In 24:2-4, Moses moves from an introductory comment to the storyline. As we have already noted, Abraham is an old man. Like many men Abraham makes use of his “golden years” by getting his house in order.7 High on his “To Do List” was finding a godly wife for his son, Isaac, who is about 40 years old at this time (25:20). So he sends for his unnamed servant8 and makes a very important request: “Please place your hand under my thigh, and I will make you swear by the LORD, the God of heaven and the God of earth, that you shall not take a wife for my son from the daughters of the Canaanites, among whom I live, but you will go to my country and to my relatives, and take a wife for my son Isaac.” The oath Abraham makes with his servant seems a little bizarre. I don’t know about you but I don’t want another man putting his hand under my thigh!9 Yet this was customary in Abraham’s day (cf. 47:29), and this oath alludes to circumcision (cf. 17:11).
Abraham asked his servant to swear an oath not get a wife for Isaac from the Canaanites (cf. 9:25). Abraham’s mindset is that it is better to have no wife than to have a Canaanite wife. In the Old Testament period, the family was the most important educational unit (Deut 6:6-7; Prov 1:8). Undoubtedly, Abraham understood the critical role of the mother. If Isaac had an unbelieving wife there would be little chance of having godly children.10 So Abraham insists that Isaac marry a woman who is a believer (Deut 7:3-5; 1 Cor 7:39; 2 Cor 6:14-16). Where else would Abraham send his servant than to his own relatives? Now I am not recommending this for any young people today. But I would suggest that if you want to find a godly spouse you look where godly Christians should be. Furthermore, if you want a godly spouse you need to be the kind of person a godly spouse will be looking for.
A point of tension in our story hits in 24:5 when Abraham’s servant says, “Suppose the woman is not willing to follow me to this land; should I take your son back to the land from where you came?” This is a legitimate question. This is not the age of the Internet. A young woman cannot go to Equally Yoked, look at a man’s picture, read about his interests, and then make a thoughtful selection. What Abraham is seeking to do, however, would require blind faith…and not too many women are so eager that they will step out, sight unseen.

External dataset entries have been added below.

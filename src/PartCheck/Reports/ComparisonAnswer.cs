using PartCheck.Rules;

namespace PartCheck.Reports;

/// <summary>May it be fitted? The verdict that answers, and the sentence that says why.</summary>
internal static class ComparisonAnswer
{
    /// <summary>The answer over the channels that a change reaches.</summary>
    internal static (Verdict Answer, string Reason) Of(
        BoardReport before, BoardReport after, IReadOnlyList<PartChange> changes, IReadOnlySet<string> reached)
    {
        List<ChannelJudgement> channels = [.. after.Channels.Where(c => reached.Contains(c.Channel))];
        Verdict answer = FindingSeverity.WorstOf(channels.Select(c => c.Verdict));
        Finding? worst = FindingOrder.WorstFirst(after).FirstOrDefault(f => channels.Exists(c => BoardComparison.CountsIn(f, c.Channel)));
        string rest = FindingSeverity.Rank(after.Verdict) > FindingSeverity.Rank(answer)
            ? $"; elsewhere the board is {VerdictWords.Of(after.Verdict)}, with and without this change" : string.Empty;
        string fitted = string.Join(", ", changes.Select(Words));
        string names = string.Join(", ", channels.Select(c => c.Channel));
        string why = (answer, worst) switch
        {
            (_, null) => $"nothing judges {fitted}",
            (Verdict.Nonconforming, { } f) => $"{Said(f)}{Without(before, f, channels)}",
            (Verdict.NotVerified, { } f) => $"{Said(f)}{Without(before, f, channels)}",
            (Verdict.Conforms, { } f) => $"with {fitted}, {names} {(channels.Count == 1 ? "conforms" : "conform")}{Closest(f)}",
            (_, { } f) => $"with {fitted}, {names} {(channels.Count == 1 ? "is" : "are")} covered by a concession: {Said(f)}",
        };
        return (answer, why + rest + ".");
    }

    /// <summary><c>TQ-32 for TQ-31 (Q1)</c>.</summary>
    internal static string Words(PartChange change) =>
        $"{Named(change.To, change.ToOhms, change.Manufacturer)} for {(change.From is null ? "no part number" : Named(change.From, change.FromOhms, null))} ({string.Join(", ", change.References)})";

    private static string Named(string part, double? ohms, string? maker)
    {
        string[] beside = [.. new[] { maker, ohms is { } r ? FindingText.Value(r, "ohm") : null }.OfType<string>()];
        return part + (beside.Length == 0 ? string.Empty : " [" + string.Join(", ", beside) + "]");
    }

    private static string Said(Finding f)
    {
        IReadOnlyList<Finding> alone = [f];
        string what = f.Verdict == Verdict.NotVerified
            ? "missing " + string.Join(", ", f.Missing)
            : string.Join("; ", new[] { FindingText.Numbers(f), f.Text?.TrimEnd('.'), f.Mix.Any(m => m.Alternate) ? FindingText.Mix(f) : null }.Where(t => !string.IsNullOrEmpty(t)));
        return string.Join(' ', new[] { f.Channel, f.Rule, FindingText.Subject(alone) }.Where(t => !string.IsNullOrEmpty(t))) + ": " + what;
    }

    /// <summary>How the same rule stands without the change, in the channel that the finding belongs to.</summary>
    private static string Without(BoardReport before, Finding f, List<ChannelJudgement> channels)
    {
        string channel = channels.First(c => BoardComparison.CountsIn(f, c.Channel)).Channel;
        if (BoardComparison.WorstByRule(before, channel).GetValueOrDefault(f.Rule) is not { } was)
        {
            return string.Empty;
        }

        string ratio = FindingText.Ratio(was) is { } r ? ", ratio " + r : string.Empty;
        bool same = was.Verdict == f.Verdict && FindingText.Ratio(was) == FindingText.Ratio(f);
        return same ? "; so it is without the change, too" : $"; without the change {VerdictWords.Of(was.Verdict)}{ratio}";
    }

    private static string Closest(Finding f) => FindingText.Ratio(f) is { } ratio
        ? $"; closest to its limit is {string.Join(' ', new[] { f.Channel, f.Rule, f.Pin ?? f.Reference }.OfType<string>())}, ratio {ratio}" : string.Empty;
}
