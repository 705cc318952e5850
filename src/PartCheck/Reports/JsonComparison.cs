using System.Text.Json;
using PartCheck.Rules;

namespace PartCheck.Reports;

/// <summary>A comparison in JSON.</summary>
internal static class JsonComparison
{
    internal static void Write(Utf8JsonWriter json, BoardComparison comparison)
    {
        json.Text("answer", ComparisonText.Answer(comparison.Answer).ToLowerInvariant());
        json.Text("reason", comparison.Reason.Replace(Columns80.Glue, ' '));
        WriteVerdicts(json, comparison.Before, comparison.After);
        json.List("changes", comparison.Changes, WriteChange);
        json.List("channels", comparison.Channels, WriteChannel);
        json.Texts("unchanged", comparison.Unchanged);
    }

    private static void WriteChange(Utf8JsonWriter json, PartChange change)
    {
        json.Texts("references", change.References);
        json.Text("from", change.From);
        json.Text("to", change.To);
        json.Text("manufacturer", change.Manufacturer);
        json.WriteStartObject("resistance");
        json.Real("before", change.FromOhms);
        json.Real("after", change.ToOhms);
        json.WriteEndObject();
    }

    private static void WriteChannel(Utf8JsonWriter json, ChannelShift channel)
    {
        json.Text("channel", channel.Channel);
        WriteVerdicts(json, channel.Before, channel.After);
        json.WriteStartObject("loadCurrent");
        WriteCurrent(json, "before", channel.CurrentBefore);
        WriteCurrent(json, "after", channel.CurrentAfter);
        json.WriteEndObject();
        json.List("rules", channel.Rules, (into, rule) =>
        {
            into.Text("rule", rule.Rule);
            WriteStanding(into, "before", rule.Before);
            WriteStanding(into, "after", rule.After);
        });
    }

    private static void WriteVerdicts(Utf8JsonWriter json, Verdict before, Verdict after)
    {
        json.WriteStartObject("verdict");
        json.Text("before", VerdictWords.Of(before));
        json.Text("after", VerdictWords.Of(after));
        json.WriteEndObject();
    }

    private static void WriteCurrent(Utf8JsonWriter json, string name, LoadCurrentRange? current)
    {
        if (current is null)
        {
            json.WriteNull(name);
            return;
        }

        json.WriteStartObject(name);
        json.Real("min", current.Min);
        json.Real("nominal", current.Nominal);
        json.Real("max", current.Max);
        json.WriteEndObject();
    }

    private static void WriteStanding(Utf8JsonWriter json, string name, RuleStanding? standing)
    {
        if (standing is null)
        {
            json.WriteNull(name);
            return;
        }

        json.WriteStartObject(name);
        json.Text("verdict", VerdictWords.Of(standing.Verdict));
        json.Real("stressRatio", standing.StressRatio);
        json.Text("reference", standing.Reference);
        json.WriteEndObject();
    }
}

In 24:6-8, Abraham resolves the tension when he says, “Beware that you do not take my son back there! The LORD, the God of heaven, who took me from my father’s house and from the land of my birth, and who spoke to me and who swore to me, saying, ‘To your descendants I will give this land,’ He will send His angel before you, and you will take a wife for my son from there. But if the woman is not willing to follow you, then you will be free from this my oath; only do not take my son back there.” Twice Abraham warns his servant not to take Isaac back to Ur (24:6, 8; cf. 12:1; Luke 9:62). This is faith! Abraham knows God has called him out of Ur and has promised him abundant descendants and land, so he is willing to trust the Lord in whatever He chooses to do. This is a great illustration of salvation. When God calls you, He is calling you out of something to something. He doesn’t want you looking back to your old life. He wants you to move forward and press on, to new life in Christ.
After hearing the strength of Abraham’s convictions, “the servant placed his hand under the thigh of Abraham his master, and swore to him concerning this matter” (24:9). The point of this section is to show Abraham’s concern for God’s promise that was to come to the descendants of Isaac (cf. 21:1).11 In these verses, he also takes upon himself the responsibility of ensuring that God’s program continues to the next generation.12 Like Abraham, we must be willing to claim God’s promises and do all we can to ensure that His kingdom program continues in our descendants and in our church.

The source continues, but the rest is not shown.